Task to complete
At the line that includes "1.5, to: 1.1", begin writing out the entries below exactly, and continue through the last line without adding anything.

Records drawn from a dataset
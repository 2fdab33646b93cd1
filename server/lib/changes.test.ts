import { describe, expect, it } from 'vitest';
import { changedFields } from './changes';

describe('changedFields', () => {
  it('names each changed leaf by its dotted path with its old and new value', () => {
    const before = { name: 'Bench 1', data: { worker: { z_m: 1.5, posture: 'standing' }, description: 'grinding' } };
    const after = { name: 'Bench 1', data: { worker: { z_m: 1.1, posture: 'seated' }, description: 'grinding' } };
    expect(changedFields(before, after)).toEqual({
      'data.worker.z_m': { from: 1.5, to: 1.1 },
      'data.worker.posture': { from: 'standing', to: 'seated' },
    });
  });

  it('reports a field that appears or disappears against null, and nothing for an unchanged record', () => {
    expect(changedFields({ a: 1 }, { a: 1, b: null, c: 'x' })).toEqual({ c: { from: null, to: 'x' } });
    expect(changedFields({ a: { b: [1, 2] } }, { a: { b: [1, 2] } })).toEqual({});
  });
});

Final answer
      'data.worker.z_m': { from: 1.5, to: 1.1 },
      'data.worker.posture': { from: 'standing', to: 'seated' },
    });
  });

  it('reports a field that appears or disappears against null, and nothing for an unchanged record', () => {
    expect(changedFields({ a: 1 }, { a: 1, b: null, c: 'x' })).toEqual({ c: { from: null, to: 'x' } });
    expect(changedFields({ a: { b: [1, 2] } }, { a: { b: [1, 2] } })).toEqual({});
  });
});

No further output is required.